• [Exercise description] Only the lines of the data holding the string "sink" need to be returned.

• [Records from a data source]
━━━━━━━━━━
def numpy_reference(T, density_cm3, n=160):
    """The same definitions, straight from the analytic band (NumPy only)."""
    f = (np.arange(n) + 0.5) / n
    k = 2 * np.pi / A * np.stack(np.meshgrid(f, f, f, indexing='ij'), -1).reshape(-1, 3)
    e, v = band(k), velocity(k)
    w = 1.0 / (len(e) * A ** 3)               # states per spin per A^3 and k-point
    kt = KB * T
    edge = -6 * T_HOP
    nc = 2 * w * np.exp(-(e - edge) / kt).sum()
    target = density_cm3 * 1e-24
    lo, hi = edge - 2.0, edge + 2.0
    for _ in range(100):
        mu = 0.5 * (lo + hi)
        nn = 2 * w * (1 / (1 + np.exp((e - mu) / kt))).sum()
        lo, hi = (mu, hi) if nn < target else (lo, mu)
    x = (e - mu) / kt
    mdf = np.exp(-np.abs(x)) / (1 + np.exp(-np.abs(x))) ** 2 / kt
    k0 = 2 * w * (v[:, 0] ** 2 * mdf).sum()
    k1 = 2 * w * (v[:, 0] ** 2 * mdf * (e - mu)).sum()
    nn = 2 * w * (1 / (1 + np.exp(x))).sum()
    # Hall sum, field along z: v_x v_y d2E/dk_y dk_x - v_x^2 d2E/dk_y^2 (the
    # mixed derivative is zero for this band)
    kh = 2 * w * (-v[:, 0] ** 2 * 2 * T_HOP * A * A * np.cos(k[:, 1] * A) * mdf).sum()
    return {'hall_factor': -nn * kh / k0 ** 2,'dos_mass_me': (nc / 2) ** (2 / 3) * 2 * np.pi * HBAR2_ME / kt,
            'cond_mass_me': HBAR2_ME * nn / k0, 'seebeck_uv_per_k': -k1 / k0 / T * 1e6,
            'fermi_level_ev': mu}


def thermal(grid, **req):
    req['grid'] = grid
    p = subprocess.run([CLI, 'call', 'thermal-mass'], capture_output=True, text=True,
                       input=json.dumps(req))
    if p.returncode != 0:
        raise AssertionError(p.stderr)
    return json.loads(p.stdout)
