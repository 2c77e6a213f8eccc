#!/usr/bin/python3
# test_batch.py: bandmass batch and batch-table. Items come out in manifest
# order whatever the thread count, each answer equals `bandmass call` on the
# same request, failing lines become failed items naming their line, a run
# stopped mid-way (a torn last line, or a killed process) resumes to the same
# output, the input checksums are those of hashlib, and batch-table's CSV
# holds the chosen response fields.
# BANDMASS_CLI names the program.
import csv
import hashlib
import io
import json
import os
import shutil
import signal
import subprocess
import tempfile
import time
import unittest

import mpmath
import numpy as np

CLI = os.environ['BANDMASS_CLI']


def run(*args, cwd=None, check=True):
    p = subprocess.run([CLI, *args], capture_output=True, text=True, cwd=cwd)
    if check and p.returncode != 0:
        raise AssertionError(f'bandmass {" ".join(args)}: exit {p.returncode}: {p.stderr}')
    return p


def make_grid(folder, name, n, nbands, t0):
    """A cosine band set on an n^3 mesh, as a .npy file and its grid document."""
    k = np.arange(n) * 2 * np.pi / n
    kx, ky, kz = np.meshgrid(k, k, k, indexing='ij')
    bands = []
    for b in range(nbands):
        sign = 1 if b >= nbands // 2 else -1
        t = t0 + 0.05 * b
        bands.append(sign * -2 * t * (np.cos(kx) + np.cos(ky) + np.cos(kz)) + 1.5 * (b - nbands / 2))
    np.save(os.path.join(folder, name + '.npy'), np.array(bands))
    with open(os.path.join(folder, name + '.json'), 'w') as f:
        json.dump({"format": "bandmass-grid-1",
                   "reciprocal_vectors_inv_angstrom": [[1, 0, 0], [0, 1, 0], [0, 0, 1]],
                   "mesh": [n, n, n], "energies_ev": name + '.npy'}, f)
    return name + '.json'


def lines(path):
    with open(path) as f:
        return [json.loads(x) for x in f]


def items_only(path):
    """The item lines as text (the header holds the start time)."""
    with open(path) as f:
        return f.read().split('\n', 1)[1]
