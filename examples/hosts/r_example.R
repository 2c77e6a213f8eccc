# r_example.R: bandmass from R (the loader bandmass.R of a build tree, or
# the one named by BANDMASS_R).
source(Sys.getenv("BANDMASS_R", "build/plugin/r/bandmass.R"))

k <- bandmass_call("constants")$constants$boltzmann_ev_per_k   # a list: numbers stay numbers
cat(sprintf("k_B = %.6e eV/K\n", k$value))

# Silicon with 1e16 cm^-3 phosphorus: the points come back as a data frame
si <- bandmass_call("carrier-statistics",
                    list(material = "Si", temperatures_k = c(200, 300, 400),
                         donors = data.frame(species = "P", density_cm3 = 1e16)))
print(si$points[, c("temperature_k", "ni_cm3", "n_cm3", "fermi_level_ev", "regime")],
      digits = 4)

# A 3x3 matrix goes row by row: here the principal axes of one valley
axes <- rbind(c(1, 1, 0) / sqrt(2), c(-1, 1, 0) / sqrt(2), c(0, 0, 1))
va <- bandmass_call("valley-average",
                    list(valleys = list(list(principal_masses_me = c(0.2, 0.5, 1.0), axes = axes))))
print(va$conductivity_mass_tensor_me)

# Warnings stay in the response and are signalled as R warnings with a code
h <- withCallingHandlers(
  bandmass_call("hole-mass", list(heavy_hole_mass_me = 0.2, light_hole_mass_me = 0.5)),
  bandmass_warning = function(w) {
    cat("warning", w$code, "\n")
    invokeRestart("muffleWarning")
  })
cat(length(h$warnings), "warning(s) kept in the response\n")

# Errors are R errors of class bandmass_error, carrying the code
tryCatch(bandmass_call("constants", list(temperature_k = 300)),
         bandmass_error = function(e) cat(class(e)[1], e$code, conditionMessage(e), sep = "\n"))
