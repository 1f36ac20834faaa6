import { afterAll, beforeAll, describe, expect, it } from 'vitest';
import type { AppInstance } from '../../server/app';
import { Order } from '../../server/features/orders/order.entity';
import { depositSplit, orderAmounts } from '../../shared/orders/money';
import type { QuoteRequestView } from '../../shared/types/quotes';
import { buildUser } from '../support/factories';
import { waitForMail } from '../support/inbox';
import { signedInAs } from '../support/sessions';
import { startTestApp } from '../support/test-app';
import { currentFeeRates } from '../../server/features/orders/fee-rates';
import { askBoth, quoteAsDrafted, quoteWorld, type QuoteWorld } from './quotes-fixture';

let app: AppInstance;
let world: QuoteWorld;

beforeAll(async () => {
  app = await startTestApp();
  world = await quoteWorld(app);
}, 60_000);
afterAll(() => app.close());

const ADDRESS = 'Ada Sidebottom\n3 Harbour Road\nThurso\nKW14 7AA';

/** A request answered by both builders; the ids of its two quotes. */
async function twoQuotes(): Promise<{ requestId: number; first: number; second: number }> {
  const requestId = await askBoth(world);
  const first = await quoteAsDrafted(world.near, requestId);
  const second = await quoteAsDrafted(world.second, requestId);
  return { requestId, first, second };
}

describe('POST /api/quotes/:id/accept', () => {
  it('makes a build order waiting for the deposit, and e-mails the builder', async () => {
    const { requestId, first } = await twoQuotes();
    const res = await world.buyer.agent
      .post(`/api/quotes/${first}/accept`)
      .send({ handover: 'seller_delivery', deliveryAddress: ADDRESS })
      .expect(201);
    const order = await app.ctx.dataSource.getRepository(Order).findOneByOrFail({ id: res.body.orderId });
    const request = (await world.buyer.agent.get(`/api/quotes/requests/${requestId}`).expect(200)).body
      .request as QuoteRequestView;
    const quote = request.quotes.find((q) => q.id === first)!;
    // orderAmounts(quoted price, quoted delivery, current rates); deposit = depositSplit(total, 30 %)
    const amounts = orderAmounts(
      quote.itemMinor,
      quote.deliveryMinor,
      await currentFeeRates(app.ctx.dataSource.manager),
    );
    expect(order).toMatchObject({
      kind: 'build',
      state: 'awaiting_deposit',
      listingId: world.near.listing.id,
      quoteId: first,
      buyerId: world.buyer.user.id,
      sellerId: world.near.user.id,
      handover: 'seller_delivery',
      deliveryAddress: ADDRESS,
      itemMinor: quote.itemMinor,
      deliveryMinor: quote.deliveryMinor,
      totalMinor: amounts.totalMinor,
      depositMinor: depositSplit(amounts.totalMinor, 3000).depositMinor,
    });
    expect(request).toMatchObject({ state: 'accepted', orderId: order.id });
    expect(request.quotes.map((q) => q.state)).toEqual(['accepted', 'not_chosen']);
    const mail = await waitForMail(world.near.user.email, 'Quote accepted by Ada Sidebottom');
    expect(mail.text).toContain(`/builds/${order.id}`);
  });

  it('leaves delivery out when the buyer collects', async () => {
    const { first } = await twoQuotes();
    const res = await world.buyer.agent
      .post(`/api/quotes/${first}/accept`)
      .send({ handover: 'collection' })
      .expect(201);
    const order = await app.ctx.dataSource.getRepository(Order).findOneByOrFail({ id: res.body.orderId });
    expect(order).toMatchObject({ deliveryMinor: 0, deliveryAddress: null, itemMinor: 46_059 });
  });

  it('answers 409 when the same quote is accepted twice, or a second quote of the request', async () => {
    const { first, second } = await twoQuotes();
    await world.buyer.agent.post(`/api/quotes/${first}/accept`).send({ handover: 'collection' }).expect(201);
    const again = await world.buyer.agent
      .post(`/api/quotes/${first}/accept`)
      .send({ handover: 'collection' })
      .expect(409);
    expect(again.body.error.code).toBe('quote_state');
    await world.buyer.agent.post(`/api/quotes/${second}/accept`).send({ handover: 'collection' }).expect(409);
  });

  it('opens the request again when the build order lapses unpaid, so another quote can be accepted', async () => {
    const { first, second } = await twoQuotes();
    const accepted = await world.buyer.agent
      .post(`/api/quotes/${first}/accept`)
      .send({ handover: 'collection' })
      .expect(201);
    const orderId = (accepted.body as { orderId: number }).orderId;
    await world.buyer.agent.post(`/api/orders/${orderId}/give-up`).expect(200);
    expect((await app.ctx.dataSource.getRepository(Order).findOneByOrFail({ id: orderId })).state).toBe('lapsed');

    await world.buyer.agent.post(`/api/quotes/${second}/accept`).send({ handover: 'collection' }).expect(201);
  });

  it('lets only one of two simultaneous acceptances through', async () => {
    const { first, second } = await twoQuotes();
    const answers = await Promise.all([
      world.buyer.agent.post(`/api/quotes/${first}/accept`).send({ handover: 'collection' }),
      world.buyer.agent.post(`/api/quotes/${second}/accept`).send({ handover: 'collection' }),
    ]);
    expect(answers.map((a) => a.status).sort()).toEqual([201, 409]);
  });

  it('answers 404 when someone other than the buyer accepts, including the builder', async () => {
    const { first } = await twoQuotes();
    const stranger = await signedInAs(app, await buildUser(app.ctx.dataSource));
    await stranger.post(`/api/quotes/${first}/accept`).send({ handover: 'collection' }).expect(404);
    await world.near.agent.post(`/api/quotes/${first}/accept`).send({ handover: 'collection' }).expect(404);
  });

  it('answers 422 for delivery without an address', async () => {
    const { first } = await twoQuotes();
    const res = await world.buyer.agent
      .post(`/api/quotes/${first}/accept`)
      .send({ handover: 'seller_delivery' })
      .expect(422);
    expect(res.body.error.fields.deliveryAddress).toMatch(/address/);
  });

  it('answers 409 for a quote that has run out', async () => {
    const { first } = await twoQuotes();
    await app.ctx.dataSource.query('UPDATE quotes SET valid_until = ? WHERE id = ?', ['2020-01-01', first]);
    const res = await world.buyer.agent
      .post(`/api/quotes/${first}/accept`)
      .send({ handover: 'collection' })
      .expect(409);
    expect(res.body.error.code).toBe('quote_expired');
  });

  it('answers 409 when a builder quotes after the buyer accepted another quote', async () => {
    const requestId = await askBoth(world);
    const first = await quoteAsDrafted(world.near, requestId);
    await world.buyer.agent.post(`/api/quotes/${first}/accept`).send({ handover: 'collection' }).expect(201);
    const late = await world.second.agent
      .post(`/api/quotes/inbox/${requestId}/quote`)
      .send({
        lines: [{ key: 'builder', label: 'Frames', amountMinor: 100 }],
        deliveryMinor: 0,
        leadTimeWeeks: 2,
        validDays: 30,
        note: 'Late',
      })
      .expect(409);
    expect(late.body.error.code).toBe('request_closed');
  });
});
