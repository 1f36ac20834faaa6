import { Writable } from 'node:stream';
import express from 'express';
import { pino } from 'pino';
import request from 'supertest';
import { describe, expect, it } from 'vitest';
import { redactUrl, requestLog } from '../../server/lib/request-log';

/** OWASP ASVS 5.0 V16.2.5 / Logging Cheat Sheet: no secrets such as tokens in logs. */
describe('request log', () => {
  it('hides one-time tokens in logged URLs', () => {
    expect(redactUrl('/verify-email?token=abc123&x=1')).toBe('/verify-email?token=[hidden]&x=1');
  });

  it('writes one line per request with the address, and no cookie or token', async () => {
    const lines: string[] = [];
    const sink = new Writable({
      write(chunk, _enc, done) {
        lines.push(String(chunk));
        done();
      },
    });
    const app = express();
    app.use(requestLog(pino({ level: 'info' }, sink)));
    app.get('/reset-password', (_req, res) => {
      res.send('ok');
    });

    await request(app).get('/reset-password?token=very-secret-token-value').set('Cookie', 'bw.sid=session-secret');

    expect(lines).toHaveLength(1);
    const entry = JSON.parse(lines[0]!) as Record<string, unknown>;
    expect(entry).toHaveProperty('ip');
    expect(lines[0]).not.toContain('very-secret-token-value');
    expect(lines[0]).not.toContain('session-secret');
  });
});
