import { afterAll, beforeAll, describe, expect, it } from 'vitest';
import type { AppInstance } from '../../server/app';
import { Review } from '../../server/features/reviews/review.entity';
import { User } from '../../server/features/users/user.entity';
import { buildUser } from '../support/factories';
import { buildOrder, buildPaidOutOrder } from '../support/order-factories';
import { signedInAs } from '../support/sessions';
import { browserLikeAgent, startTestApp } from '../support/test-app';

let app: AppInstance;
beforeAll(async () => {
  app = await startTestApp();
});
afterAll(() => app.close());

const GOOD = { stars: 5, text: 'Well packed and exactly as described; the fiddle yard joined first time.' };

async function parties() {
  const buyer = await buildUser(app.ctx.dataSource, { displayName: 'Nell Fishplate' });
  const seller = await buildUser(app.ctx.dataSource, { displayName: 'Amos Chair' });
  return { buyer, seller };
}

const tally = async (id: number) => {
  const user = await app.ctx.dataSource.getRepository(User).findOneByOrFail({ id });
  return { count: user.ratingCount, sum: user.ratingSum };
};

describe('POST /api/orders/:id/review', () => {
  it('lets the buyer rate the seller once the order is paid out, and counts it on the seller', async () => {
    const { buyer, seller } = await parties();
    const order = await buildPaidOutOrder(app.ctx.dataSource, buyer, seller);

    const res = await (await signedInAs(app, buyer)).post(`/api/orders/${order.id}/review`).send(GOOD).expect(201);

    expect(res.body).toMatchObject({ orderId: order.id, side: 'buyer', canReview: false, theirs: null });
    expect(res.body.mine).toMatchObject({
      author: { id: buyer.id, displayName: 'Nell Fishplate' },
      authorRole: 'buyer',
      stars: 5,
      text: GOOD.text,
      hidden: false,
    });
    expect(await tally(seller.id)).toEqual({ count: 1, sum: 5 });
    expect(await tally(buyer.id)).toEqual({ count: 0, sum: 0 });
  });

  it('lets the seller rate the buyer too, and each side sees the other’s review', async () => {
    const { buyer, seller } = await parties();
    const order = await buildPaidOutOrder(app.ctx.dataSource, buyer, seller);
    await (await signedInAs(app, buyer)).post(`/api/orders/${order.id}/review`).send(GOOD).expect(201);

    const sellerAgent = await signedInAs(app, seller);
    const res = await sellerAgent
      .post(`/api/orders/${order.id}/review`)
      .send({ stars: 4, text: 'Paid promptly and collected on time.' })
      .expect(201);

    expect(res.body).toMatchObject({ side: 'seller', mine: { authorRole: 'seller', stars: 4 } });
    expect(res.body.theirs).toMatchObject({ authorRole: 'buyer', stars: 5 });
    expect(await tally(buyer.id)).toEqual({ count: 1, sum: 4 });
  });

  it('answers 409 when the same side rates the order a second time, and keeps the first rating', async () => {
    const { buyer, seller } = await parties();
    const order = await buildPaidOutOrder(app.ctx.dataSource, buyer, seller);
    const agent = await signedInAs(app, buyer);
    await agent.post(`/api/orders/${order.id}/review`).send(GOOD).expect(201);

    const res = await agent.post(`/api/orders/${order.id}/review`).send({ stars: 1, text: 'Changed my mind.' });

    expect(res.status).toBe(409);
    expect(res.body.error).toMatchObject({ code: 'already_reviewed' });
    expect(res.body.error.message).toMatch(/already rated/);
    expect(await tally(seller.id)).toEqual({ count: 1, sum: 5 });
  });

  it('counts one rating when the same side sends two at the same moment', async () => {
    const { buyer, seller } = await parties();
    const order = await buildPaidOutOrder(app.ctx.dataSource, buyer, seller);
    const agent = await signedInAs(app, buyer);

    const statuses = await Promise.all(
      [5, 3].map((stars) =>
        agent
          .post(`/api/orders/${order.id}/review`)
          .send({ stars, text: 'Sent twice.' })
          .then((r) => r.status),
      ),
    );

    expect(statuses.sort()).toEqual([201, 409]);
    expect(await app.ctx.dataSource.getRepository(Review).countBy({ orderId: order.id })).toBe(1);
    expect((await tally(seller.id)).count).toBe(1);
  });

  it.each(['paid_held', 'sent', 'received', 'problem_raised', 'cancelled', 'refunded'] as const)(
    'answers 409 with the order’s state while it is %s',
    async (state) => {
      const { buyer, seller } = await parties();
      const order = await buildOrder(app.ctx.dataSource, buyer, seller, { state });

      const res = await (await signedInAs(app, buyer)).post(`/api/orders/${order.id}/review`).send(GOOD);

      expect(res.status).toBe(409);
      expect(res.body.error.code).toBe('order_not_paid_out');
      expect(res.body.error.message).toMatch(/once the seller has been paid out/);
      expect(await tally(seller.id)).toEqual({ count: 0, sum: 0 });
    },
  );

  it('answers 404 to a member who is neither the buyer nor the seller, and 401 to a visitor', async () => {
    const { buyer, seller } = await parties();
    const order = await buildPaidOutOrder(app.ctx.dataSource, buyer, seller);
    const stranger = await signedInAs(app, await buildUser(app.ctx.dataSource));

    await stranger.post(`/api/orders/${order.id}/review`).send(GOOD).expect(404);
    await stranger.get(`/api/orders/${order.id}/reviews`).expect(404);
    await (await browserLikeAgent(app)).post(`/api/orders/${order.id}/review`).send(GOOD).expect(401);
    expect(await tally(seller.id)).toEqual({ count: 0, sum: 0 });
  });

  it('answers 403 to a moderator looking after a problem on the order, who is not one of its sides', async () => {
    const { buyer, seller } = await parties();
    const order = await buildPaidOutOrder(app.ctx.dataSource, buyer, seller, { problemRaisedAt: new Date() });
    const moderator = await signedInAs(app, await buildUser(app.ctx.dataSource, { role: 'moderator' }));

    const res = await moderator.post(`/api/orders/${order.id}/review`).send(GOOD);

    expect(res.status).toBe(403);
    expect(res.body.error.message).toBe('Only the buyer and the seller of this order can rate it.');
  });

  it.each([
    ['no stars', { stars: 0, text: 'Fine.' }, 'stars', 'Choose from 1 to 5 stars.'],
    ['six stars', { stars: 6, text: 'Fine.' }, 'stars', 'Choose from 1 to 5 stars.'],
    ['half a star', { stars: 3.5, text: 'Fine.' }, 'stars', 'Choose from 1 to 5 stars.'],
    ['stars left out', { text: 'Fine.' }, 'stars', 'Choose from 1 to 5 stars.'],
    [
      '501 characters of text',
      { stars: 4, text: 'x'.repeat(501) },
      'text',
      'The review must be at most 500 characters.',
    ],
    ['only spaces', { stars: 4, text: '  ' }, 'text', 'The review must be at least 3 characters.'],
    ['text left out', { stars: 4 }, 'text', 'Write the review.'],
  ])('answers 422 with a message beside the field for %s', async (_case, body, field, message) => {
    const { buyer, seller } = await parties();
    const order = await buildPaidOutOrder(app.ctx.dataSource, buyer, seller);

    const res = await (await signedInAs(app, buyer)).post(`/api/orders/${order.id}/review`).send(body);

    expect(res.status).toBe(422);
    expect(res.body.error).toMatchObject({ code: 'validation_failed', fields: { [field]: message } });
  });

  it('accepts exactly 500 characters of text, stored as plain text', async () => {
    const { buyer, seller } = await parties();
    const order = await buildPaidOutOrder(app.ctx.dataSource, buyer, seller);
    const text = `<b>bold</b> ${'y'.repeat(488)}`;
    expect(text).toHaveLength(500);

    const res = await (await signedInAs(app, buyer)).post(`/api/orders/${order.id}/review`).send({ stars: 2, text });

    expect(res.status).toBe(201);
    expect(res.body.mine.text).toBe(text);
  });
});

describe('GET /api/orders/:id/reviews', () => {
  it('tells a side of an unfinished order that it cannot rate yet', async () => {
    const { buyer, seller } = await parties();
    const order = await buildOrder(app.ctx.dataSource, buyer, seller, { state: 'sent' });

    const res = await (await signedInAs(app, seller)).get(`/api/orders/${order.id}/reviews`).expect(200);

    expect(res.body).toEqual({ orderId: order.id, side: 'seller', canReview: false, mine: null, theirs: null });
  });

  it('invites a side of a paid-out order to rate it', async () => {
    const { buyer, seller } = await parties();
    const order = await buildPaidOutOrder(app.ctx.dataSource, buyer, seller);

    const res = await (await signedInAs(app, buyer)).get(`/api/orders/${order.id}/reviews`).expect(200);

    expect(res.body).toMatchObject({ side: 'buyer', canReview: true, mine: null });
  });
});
━━━━━━━━━━
• [Response to the exercise]
    const sink = new Writable({
    app.use(requestLog(pino({ level: 'info' }, sink)));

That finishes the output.